● **TASK ITEM**
Below are some records. Pull every line that contains the word "opened".

SUPPLIED RECORDS START

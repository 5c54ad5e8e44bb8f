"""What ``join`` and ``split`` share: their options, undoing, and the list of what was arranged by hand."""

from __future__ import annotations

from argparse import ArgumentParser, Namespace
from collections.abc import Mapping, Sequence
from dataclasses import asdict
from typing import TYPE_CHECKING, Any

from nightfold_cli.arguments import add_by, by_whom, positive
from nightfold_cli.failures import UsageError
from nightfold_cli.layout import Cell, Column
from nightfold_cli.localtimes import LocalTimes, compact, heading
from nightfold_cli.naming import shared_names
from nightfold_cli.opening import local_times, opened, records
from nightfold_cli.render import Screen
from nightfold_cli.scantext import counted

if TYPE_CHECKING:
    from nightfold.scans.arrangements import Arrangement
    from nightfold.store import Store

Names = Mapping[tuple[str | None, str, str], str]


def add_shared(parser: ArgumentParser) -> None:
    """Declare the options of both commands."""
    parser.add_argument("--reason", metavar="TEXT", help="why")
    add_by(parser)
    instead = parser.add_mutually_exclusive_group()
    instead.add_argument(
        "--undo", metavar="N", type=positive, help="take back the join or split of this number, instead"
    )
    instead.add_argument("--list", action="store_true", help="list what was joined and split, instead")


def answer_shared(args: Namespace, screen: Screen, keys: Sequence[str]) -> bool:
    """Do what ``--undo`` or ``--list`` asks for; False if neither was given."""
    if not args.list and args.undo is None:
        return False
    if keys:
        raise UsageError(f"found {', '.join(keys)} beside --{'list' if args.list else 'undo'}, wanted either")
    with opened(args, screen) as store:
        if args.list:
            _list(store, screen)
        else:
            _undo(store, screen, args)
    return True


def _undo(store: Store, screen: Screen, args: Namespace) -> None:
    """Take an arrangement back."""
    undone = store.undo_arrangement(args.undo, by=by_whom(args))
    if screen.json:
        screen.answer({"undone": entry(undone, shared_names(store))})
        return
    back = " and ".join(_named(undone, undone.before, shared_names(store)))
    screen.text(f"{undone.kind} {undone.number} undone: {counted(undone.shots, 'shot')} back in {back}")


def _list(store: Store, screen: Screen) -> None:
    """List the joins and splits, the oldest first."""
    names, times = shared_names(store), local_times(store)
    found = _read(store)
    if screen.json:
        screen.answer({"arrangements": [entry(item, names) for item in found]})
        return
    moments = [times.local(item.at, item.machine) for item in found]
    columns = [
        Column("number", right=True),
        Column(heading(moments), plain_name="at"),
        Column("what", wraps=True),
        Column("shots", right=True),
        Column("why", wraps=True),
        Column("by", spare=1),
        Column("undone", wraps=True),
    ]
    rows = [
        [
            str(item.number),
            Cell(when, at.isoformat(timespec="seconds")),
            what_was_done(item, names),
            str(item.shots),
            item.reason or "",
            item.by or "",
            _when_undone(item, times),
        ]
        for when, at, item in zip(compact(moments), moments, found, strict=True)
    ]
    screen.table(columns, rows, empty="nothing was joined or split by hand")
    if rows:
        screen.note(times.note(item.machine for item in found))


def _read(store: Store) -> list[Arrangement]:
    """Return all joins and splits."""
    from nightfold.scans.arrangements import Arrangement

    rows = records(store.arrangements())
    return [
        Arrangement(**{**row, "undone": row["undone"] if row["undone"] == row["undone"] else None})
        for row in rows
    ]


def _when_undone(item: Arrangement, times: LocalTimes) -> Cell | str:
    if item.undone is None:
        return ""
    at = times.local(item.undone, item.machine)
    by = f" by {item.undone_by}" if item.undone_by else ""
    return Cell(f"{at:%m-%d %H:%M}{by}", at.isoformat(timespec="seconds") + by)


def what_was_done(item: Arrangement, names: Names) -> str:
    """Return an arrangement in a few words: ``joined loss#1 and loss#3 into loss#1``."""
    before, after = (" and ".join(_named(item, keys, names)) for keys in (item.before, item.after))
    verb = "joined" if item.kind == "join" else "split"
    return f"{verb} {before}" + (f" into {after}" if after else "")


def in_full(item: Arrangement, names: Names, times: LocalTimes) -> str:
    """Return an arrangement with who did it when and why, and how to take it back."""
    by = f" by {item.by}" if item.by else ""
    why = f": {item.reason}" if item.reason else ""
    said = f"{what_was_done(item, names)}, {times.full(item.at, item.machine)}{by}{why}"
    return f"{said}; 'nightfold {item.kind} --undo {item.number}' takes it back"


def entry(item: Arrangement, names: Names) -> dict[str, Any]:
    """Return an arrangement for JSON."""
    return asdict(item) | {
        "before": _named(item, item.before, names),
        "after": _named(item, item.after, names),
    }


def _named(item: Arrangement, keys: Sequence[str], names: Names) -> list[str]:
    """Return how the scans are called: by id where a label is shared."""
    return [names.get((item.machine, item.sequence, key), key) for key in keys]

SUPPLIED RECORDS END

● **ANSWER TO THIS PROBLEM**
from nightfold_cli.opening import local_times, opened, records
    with opened(args, screen) as store:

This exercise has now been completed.